## Task prompt:
In the listing below, a line holding "return False" and a line holding "return lanes" mark the range. Retype both exactly, with all lines between them.

============

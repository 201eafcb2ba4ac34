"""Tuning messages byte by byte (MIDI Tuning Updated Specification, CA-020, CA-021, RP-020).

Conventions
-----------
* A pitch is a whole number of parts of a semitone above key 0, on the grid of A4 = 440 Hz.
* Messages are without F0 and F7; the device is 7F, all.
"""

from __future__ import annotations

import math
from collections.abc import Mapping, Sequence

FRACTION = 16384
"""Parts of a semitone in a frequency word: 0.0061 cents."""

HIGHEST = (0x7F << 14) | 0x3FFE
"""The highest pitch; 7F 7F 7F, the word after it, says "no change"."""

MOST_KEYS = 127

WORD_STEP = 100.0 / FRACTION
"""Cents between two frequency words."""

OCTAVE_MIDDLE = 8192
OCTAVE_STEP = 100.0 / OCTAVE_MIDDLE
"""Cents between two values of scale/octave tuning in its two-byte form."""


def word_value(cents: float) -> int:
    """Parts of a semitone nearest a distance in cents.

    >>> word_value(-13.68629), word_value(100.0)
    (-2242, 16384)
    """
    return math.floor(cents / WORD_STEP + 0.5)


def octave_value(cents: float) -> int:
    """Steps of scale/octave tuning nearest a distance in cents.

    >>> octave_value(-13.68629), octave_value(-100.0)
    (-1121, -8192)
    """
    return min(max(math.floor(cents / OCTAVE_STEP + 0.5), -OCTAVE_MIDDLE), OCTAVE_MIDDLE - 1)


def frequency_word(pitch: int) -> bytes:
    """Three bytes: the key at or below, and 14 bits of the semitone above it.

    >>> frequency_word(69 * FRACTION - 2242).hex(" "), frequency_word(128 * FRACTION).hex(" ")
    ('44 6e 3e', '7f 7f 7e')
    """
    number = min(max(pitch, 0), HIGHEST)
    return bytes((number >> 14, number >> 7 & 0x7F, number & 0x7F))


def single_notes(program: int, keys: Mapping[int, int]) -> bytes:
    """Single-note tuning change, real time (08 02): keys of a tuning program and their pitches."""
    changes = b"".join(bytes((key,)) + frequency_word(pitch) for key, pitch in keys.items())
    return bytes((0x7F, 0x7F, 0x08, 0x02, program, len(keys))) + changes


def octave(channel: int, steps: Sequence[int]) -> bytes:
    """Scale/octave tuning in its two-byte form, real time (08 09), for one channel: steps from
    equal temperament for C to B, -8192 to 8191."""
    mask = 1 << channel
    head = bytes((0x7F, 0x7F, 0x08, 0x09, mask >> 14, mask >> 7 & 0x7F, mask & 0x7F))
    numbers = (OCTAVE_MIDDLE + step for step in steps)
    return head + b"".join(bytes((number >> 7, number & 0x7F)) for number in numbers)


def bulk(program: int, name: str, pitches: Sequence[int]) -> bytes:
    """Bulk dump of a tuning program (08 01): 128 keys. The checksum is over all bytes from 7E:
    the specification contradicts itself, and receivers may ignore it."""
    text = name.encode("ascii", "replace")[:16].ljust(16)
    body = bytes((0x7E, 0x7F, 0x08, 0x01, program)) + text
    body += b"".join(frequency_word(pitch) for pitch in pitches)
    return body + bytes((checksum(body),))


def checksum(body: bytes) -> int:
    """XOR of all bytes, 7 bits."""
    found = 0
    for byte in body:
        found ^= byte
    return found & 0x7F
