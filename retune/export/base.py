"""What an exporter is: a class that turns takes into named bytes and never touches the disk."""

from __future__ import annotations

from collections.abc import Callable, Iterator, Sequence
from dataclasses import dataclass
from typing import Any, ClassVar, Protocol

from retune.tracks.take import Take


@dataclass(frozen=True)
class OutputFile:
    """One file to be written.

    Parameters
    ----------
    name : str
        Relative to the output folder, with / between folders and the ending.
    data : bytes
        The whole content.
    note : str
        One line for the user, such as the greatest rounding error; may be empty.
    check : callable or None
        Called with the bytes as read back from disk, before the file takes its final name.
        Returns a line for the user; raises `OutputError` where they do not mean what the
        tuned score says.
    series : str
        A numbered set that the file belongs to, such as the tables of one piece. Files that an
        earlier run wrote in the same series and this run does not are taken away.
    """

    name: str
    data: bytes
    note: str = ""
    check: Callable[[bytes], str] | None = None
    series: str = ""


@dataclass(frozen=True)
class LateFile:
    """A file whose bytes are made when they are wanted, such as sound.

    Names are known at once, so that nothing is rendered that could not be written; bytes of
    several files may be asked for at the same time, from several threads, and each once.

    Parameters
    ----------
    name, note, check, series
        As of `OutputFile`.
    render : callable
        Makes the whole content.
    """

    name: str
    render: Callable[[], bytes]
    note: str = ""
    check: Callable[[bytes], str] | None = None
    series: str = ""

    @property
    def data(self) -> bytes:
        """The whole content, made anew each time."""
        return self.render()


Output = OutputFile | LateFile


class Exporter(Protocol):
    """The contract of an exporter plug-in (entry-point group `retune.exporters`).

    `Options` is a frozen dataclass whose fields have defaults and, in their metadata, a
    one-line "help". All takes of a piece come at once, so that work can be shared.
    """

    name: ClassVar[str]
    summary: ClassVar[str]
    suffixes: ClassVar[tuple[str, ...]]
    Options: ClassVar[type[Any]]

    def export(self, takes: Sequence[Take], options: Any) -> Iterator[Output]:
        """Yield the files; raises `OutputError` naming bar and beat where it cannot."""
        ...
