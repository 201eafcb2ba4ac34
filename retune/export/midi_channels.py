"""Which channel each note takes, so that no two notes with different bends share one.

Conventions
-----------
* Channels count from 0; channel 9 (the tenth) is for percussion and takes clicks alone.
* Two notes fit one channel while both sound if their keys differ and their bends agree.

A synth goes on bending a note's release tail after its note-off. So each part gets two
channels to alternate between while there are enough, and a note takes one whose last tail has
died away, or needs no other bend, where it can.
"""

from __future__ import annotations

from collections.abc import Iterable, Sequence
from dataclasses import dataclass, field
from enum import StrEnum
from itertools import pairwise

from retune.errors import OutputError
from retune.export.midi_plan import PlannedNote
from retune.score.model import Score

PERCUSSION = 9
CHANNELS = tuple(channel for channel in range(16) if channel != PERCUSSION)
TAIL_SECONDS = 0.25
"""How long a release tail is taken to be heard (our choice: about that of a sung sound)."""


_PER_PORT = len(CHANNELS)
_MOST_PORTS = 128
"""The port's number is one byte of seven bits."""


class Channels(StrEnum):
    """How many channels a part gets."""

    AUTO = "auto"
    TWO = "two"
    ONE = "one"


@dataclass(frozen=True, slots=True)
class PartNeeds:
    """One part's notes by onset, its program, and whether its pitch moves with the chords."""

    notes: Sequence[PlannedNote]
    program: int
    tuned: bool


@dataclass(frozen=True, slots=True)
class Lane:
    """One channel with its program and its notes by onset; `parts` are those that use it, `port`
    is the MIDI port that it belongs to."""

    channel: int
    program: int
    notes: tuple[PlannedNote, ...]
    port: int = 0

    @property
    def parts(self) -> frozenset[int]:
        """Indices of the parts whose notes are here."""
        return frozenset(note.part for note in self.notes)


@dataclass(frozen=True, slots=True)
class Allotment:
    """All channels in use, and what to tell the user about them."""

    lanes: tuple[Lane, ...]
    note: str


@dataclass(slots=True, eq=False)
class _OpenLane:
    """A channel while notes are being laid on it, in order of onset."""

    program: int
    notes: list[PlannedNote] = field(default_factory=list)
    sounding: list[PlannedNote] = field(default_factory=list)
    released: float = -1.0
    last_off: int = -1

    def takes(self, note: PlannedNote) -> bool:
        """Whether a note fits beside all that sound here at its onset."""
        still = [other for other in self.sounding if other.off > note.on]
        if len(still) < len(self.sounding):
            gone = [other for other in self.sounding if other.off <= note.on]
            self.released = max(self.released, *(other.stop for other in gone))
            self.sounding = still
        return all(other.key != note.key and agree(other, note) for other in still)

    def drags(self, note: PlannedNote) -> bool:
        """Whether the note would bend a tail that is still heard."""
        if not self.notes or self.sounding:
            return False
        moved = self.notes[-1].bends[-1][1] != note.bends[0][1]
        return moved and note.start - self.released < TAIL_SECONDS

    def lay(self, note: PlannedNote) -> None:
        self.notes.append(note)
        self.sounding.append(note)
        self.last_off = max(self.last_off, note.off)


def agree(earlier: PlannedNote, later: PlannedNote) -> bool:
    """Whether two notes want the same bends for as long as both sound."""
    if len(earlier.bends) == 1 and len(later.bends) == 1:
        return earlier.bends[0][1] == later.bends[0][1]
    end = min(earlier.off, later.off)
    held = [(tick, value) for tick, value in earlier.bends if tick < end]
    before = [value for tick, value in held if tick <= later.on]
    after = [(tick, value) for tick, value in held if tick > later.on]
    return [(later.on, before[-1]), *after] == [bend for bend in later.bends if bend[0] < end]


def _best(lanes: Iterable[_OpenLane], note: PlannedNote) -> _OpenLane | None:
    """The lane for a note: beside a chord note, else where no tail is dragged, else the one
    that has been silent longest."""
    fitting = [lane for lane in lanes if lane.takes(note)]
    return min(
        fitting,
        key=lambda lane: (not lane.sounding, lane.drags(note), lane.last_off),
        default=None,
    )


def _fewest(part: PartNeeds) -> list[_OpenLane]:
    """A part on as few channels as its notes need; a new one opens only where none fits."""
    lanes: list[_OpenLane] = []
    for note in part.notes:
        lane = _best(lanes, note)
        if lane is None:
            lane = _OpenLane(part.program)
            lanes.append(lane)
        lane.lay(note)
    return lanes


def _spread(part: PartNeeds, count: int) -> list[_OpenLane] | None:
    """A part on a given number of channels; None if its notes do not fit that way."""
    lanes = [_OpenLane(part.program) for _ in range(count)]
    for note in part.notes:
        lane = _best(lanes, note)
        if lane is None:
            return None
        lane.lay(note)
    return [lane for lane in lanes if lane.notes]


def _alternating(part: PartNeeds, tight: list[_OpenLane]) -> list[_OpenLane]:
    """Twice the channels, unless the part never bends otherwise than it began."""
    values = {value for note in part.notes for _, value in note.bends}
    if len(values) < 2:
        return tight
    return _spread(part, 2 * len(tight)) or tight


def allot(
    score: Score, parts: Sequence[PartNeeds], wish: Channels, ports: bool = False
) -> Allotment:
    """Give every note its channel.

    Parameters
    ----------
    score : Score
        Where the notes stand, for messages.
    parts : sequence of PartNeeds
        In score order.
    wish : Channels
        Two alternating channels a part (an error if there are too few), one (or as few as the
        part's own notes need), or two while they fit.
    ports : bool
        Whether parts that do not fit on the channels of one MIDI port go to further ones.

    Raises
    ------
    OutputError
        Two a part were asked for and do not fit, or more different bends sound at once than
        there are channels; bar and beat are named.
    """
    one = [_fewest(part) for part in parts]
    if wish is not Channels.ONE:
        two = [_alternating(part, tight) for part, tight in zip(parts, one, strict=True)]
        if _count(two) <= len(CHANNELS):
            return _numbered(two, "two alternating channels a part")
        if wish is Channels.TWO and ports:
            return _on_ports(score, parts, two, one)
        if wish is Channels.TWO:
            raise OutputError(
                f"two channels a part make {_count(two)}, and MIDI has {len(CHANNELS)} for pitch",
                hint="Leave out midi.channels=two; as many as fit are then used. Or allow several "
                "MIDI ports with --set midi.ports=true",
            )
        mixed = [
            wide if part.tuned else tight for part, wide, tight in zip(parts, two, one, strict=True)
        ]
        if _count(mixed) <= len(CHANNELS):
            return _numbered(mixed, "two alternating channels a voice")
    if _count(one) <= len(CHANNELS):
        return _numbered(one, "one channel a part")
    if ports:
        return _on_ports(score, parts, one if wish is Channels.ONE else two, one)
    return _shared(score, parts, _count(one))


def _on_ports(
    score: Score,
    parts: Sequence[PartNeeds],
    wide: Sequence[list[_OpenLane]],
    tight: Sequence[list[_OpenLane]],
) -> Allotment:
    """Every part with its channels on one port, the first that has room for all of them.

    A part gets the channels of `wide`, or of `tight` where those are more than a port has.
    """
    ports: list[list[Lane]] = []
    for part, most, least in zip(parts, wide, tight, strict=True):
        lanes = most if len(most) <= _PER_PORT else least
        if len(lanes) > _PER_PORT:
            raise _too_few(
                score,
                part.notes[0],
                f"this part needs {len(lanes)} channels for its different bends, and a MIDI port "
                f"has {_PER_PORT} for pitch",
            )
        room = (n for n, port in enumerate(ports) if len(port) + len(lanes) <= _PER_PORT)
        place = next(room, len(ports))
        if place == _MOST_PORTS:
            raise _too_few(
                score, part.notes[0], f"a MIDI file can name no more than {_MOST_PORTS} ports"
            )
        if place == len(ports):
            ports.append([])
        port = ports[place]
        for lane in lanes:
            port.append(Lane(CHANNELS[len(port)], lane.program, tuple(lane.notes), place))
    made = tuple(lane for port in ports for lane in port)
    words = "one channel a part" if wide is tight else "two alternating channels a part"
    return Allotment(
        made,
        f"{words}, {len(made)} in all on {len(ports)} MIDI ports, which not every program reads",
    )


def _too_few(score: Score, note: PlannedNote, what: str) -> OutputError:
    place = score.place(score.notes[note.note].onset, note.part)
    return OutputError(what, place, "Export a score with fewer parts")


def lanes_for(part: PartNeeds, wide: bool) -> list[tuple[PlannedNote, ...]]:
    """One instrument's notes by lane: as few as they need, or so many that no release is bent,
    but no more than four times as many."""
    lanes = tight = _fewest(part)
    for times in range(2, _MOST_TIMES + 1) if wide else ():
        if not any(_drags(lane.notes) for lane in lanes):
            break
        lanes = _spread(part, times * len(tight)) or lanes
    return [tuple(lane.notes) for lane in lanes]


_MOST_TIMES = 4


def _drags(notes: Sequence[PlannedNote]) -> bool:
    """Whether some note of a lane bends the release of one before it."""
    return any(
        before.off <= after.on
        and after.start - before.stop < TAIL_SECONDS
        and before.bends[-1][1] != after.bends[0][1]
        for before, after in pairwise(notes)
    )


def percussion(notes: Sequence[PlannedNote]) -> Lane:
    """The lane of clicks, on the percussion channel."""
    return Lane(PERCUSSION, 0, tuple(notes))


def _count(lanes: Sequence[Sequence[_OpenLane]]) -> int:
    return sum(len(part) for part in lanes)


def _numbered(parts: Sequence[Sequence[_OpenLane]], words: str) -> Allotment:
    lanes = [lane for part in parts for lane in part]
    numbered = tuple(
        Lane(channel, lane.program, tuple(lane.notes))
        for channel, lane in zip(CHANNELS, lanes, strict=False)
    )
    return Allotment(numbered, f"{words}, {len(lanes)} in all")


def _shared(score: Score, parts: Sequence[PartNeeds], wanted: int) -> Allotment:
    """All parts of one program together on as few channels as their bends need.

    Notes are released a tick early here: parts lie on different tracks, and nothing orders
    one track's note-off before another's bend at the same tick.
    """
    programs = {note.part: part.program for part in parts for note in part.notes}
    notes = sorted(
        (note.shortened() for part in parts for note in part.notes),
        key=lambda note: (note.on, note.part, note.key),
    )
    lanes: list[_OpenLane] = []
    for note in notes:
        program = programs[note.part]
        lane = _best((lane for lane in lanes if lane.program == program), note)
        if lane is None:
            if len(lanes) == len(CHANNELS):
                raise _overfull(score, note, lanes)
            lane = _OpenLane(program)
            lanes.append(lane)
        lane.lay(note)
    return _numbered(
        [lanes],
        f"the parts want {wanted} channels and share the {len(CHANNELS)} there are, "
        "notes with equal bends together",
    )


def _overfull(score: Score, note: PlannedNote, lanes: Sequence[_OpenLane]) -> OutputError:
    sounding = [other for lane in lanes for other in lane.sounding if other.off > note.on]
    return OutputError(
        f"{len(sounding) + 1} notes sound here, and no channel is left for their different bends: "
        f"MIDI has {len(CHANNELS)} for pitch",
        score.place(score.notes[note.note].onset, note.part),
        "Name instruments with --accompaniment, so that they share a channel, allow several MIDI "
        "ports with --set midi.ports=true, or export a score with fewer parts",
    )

============

## Result of the exercise:
            return False
        moved = self.notes[-1].bends[-1][1] != note.bends[0][1]
        return moved and note.start - self.released < TAIL_SECONDS

    def lay(self, note: PlannedNote) -> None:
        self.notes.append(note)
        self.sounding.append(note)
        self.last_off = max(self.last_off, note.off)


def agree(earlier: PlannedNote, later: PlannedNote) -> bool:
    """Whether two notes want the same bends for as long as both sound."""
    if len(earlier.bends) == 1 and len(later.bends) == 1:
        return earlier.bends[0][1] == later.bends[0][1]
    end = min(earlier.off, later.off)
    held = [(tick, value) for tick, value in earlier.bends if tick < end]
    before = [value for tick, value in held if tick <= later.on]
    after = [(tick, value) for tick, value in held if tick > later.on]
    return [(later.on, before[-1]), *after] == [bend for bend in later.bends if bend[0] < end]


def _best(lanes: Iterable[_OpenLane], note: PlannedNote) -> _OpenLane | None:
    """The lane for a note: beside a chord note, else where no tail is dragged, else the one
    that has been silent longest."""
    fitting = [lane for lane in lanes if lane.takes(note)]
    return min(
        fitting,
        key=lambda lane: (not lane.sounding, lane.drags(note), lane.last_off),
        default=None,
    )


def _fewest(part: PartNeeds) -> list[_OpenLane]:
    """A part on as few channels as its notes need; a new one opens only where none fits."""
    lanes: list[_OpenLane] = []
    for note in part.notes:
        lane = _best(lanes, note)
        if lane is None:
            lane = _OpenLane(part.program)
            lanes.append(lane)
        lane.lay(note)
    return lanes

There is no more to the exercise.